The typical error message that indicates you need an additional cast looks like
Cannot apply '>' to arguments of type '<ANY> > <CHAR(1)>'. Supported form(s): '<COMPARABLE_TYPE> > <COMPARABLE_TYPE>'
- weak optimizer. The current optimizer that transforms the logical plan into a physical plan is not the fully-featured cost based optimizer that Optiq normally uses. This is because some of the transformations that are needed for Drill are not yet fully supported by Optiq. In order to allow end-to-end execution of queries, a deterministic peep-hole optimizer has been used instead. This optimizer cannot handle large plan transformations and so some queries cannot be transformed correctly from logical to physical plan.

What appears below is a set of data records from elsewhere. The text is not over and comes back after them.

impl Bundle {
    /// Every column the bundle's keys read (an interaction reads several), as a
    /// refresh registers its new rows with them.
    pub fn key_columns(&self) -> Vec<String> {
        self.columns
            .values()
            .flat_map(|c| c.key_columns.clone())
            .collect()
    }

    /// The encoded keys in the order the run wrote their columns.
    pub fn keys_in_order(&self) -> impl Iterator<Item = (&String, &ColumnEncoding)> {
        let listed = self
            .key_order
            .iter()
            .filter_map(|k| self.columns.get_key_value(k));
        let rest = self
            .columns
            .iter()
            .filter(|(k, _)| !self.key_order.contains(k));
        listed.chain(rest)
    }

    /// The readers that score `column`: its own, or the bundle's.
    pub fn readers_of<'a>(&'a self, column: &'a ColumnEncoding) -> &'a [String] {
        column.readers.as_deref().unwrap_or(&self.readers)
    }

    /// Serialise (sorted keys, so the same encodings give the same bytes).
    pub fn to_json(&self) -> String {
        let mut columns = Map::new();
        for (name, c) in &self.columns {
            let levels: Map<String, Value> = c
                .levels
                .iter()
                .map(|(k, p)| (k.clone(), posterior_json(p)))
                .collect();
            let mut column = json!({
                "key": {"columns": c.key_columns, "form": c.key_form(), "normalize": c.normalized,
                        "floats": if c.whole_floats { "whole_as_integer" } else { "as_text" }},
                "prior": posterior_json(&c.prior),
                "levels": levels
            });
            if !c.indicators.is_empty() {
                column["indicators"] = json!(c.indicators);
            }
            if c.treatment != Treatment::Posterior {
                column["treatment"] = json!(c.treatment.name());
            }
            if c.score_scale != 1.0 {
                column["score_scale"] = json!(c.score_scale);
            }
            if let Some(readers) = &c.readers {
                column["readers"] = json!(readers);
            }
            if let Some((parent, strength)) = &c.parent {
                let levels: Map<String, Value> = c
                    .parent_levels
                    .iter()
                    .map(|(level, (parent, _))| (level.clone(), json!(parent)))
                    .collect();
                let outside: Map<String, Value> = c
                    .parent_levels
                    .iter()
                    .filter_map(|(level, (_, out))| {
                        out.as_ref().map(|p| (level.clone(), posterior_json(p)))
                    })
                    .collect();
                column["parent"] = json!({"key": parent, "strength": strength, "levels": levels});
                if !outside.is_empty() {
                    column["parent"]["outside"] = Value::Object(outside);
                }
            }
            columns.insert(name.clone(), column);
        }
        let mut v = json!({
            "format": FORMAT,
            "version": if self.columns.values().any(|c| c.readers.is_some() || c.parent.is_some()) { VERSION } else { 3 },
            "target": self.target,
            "family": self.family,
            "readers": self.readers,
            "columns": columns,
        });
        if let Some(exposure) = &self.exposure {
            v["exposure"] = json!(exposure);
        }
        if !self.key_order.is_empty() {
            v["key_order"] = json!(self.key_order);
        }
        serde_json::to_string_pretty(&v).unwrap_or_default()
    }

    pub fn from_json(text: &str) -> Result<Bundle, FamilyError> {
        let v: Value =
            serde_json::from_str(text).map_err(|e| bad(format!("not valid JSON: {e}")))?;
        if v.get("format").and_then(Value::as_str) != Some(FORMAT) {
            return Err(bad("not a posterity bundle (field 'format')"));
        }
        let version = v.get("version").and_then(Value::as_u64);
        if !matches!(version, Some(1..=VERSION)) {
            return Err(bad(format!(
                "unsupported version {:?}; this build reads versions 1 to {VERSION}",
                v.get("version")
            )));
        }
        let text_of = |k: &str| {
            v.get(k)
                .and_then(Value::as_str)
                .unwrap_or_default()
                .to_string()
        };
        let mut columns = BTreeMap::new();
        for (name, c) in v
            .get("columns")
            .and_then(Value::as_object)
            .ok_or_else(|| bad("'columns' missing"))?
        {
            let prior = posterior_from_json(
                c.get("prior")
                    .ok_or_else(|| bad(format!("column '{name}' has no prior")))?,
            )?;
            // A hand-made or altered bundle must not score silently as something else:
            // every level is a posterior of the prior's family (and classes).
            let mut levels = BTreeMap::new();
            let map = c.get("levels").and_then(Value::as_object).ok_or_else(|| {
                bad(format!(
                    "column '{name}': 'levels' is missing or not an object of level to posterior"
                ))
            })?;
            for (level, p) in map {
                let p = posterior_from_json(p)?;
                if !same_family(&prior, &p) {
                    return Err(bad(format!(
                        "column '{name}': level '{level}' is a {} posterior, the prior a {} one",
                        family_words(&p),
                        family_words(&prior)
                    )));
                }
                levels.insert(level.clone(), p);
            }
            for reader in c
                .get("readers")
                .map(|r| texts_of(Some(r)))
                .unwrap_or_default()
            {
                check_reader(&reader).map_err(|e| bad(format!("column '{name}': {e}")))?;
            }
            let key_columns = match c.get("key") {
                Some(key) => {
                    let columns = key
                        .get("columns")
                        .and_then(Value::as_array)
                        .ok_or_else(|| bad(format!("column '{name}': key has no 'columns' list")))?
                        .iter()
                        .map(|c| c.as_str().map(str::to_string))
                        .collect::<Option<Vec<_>>>()
                        .ok_or_else(|| bad(format!("column '{name}': a key column is not text")))?;
                    if columns.is_empty() {
                        return Err(bad(format!("column '{name}': its key names no columns")));
                    }
                    let form = key.get("form").and_then(Value::as_str);
                    let expected = if columns.len() > 1 {
                        "length_prefixed"
                    } else {
                        "text"
                    };
                    if form != Some(expected) {
                        return Err(bad(format!(
                            "column '{name}': key form {form:?} is not '{expected}'"
                        )));
                    }
                    columns
                }
                // Version 1 did not record the key's columns.
                None => Vec::new(),
            };
            columns.insert(
                name.clone(),
                ColumnEncoding {
                    key_columns,
                    normalized: c
                        .get("key")
                        .and_then(|k| k.get("normalize"))
                        .and_then(Value::as_bool)
                        .unwrap_or(false),
                    whole_floats: c
                        .get("key")
                        .and_then(|k| k.get("floats"))
                        .and_then(Value::as_str)
                        == Some("whole_as_integer"),
                    prior,
                    levels,
                    indicators: texts_of(c.get("indicators")),
                    readers: c.get("readers").map(|r| texts_of(Some(r))),
                    parent: match c.get("parent") {
                        None => None,
                        Some(p) => Some((
                            p.get("key")
                                .and_then(Value::as_str)
                                .map(str::to_string)
                                .ok_or_else(|| {
                                    bad(format!("column '{name}': parent has no key"))
                                })?,
                            p.get("strength")
                                .and_then(Value::as_f64)
                                .filter(|s| s.is_finite() && *s > 0.0)
                                .ok_or_else(|| {
                                    bad(format!(
                                        "column '{name}': parent strength is not a number > 0"
                                    ))
                                })?,
                        )),
                    },
                    parent_levels: parent_levels(name, c.get("parent"))?,
                    treatment: match c.get("treatment").and_then(Value::as_str) {
                        None => Treatment::Posterior,
                        Some(t) => Treatment::parse(t).map_err(|_| {
                            bad(format!(
                                "column '{name}': treatment '{t}' is not posterior, levels or codes"
                            ))
                        })?,
                    },
                    score_scale: match c.get("score_scale") {
                        None => 1.0,
                        Some(v) => {
                            v.as_f64()
                                .filter(|s| *s > 0.0 && *s <= 1.0)
                                .ok_or_else(|| {
                                    bad(format!("column '{name}': score_scale is not in (0, 1]"))
                                })?
                        }
                    },
                },
            );
        }
        // Every parent is a column of the bundle, and no column is its own ancestor.
        for name in columns.keys() {
            let mut at = name;
            for _ in 0..=columns.len() {
                match &columns[at].parent {
                    None => break,
                    Some((parent, _)) if columns.contains_key(parent) => at = parent,
                    Some((parent, _)) => {
                        return Err(bad(format!(
                            "column '{at}': parent '{parent}' is not a column of the bundle"
                        )))
                    }
                }
            }
            if columns[at].parent.is_some() {
                return Err(bad(format!(
                    "column '{name}' is its own ancestor (parents form a cycle)"
                )));
            }
        }
        let key_order = texts_of(v.get("key_order"));
        if let Some(unknown) = key_order.iter().find(|k| !columns.contains_key(*k)) {
            return Err(bad(format!(
                "key_order names '{unknown}', which is not a column of the bundle"
            )));
        }
        let readers = texts_of(v.get("readers"));
        for reader in &readers {
            check_reader(reader).map_err(bad)?;
        }
        Ok(Bundle {
            target: text_of("target"),
            family: text_of("family"),
            exposure: v
                .get("exposure")
                .and_then(Value::as_str)
                .map(str::to_string),
            key_order,
            readers,
            columns,
        })
    }
}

We expect that the necessary changes to the cost-based optimizer will allow it to be used in an upcoming release, but didn't want to delay the current release waiting for that to happen.
Try Fancier Queries
This query does a join between two files:
SELECT nations.name, regions.name FROM (
SELECT _MAP['N_REGIONKEY'] as regionKey, _MAP['N_NAME'] as name
FROM "sample-data/nation.parquet") nations
join (
SELECT _MAP['R_REGIONKEY'] as regionKey, _MAP['R_NAME'] as name
FROM "sample-data/region.parquet") regions
on nations.regionKey = regions.regionKey
order by nations.name;
Notice the use of sub-queries to avoid the spread of the _MAP
idiom.
This query illustrates how a cast is currently necessary to make the parser happy:
SELECT
_MAP['N_REGIONKEY'] as regionKey,
_MAP['N_NAME'] as name
FROM
"sample-data/nation.parquet"
WHERE
cast(_MAP['N_NAME'] as varchar) IN ('MOROCCO', 'MOZAMBIQUE');
Here are more queries that you can try.
// count distinct
SELECT count(distinct _MAP['N_REGIONKEY']) FROM "sample-data/nation.parquet";
// aliases
SELECT
_MAP['N_REGIONKEY'] as regionKey,
_MAP['N_NAME'] as name
FROM "sample-data/nation.parquet";
// order by
SELECT
_MAP['N_REGIONKEY'] as regionKey,
_MAP['N_NAME'] as name
FROM
"sample-data/nation.parquet"
ORDER BY
_MAP['N_NAME'] DESC;
// subquery order by
select * from (
SELECT
_MAP['N_REGIONKEY'] as regionKey,
_MAP['N_NAME'] as name
FROM
"sample-data/nation.parquet"
) as x
ORDER BY
name DESC;
// String where
SELECT
_MAP['N_REGIONKEY'] as regionKey,
_MAP['N_NAME'] as name
FROM
"sample-data/nation.parquet"
WHERE
cast(_MAP['N_NAME'] as varchar) > 'M';
// INNER Join + Order (parquet)
SELECT n.name, r.name FROM
(SELECT _MAP['N_REGIONKEY'] as regionKey, _MAP['N_NAME'] as name FROM "sample-data/nation.parquet")n
join (SELECT _MAP['R_REGIONKEY'] as regionKey, _MAP['R_NAME'] as name FROM "sample-data/region.parquet")r
using (regionKey);
// INNER Join + Order (parquet)
SELECT n.name, r.name FROM
(SELECT _MAP['N_REGIONKEY'] as regionKey, _MAP['N_NAME'] as name FROM "sample-data/nation.parquet")n
join (SELECT _MAP['R_REGIONKEY'] as regionKey, _MAP['R_NAME'] as name FROM "sample-data/region.parquet")r
on n.regionKey = r.regionKey
order by n.name;
Analyze the Execution of Queries
Drill sends log events to a logback socket appender. This makes it easy to catch and filter these log events using a tool called Lilith. You can download Lilith and install it easily. A tutorial can be found here. This is especially important if you find errors that you want to report back to the mailing list since Lilith will help you isolate the stack trace of interest.
By default, Lilith uses a slightly lurid splash page based on a pre-Raphaelite image of the mythical Lilith. This is easily disabled if the image is not to your taste (or if your work-mates are not well-versed in Victorian views of Sumerian mythology).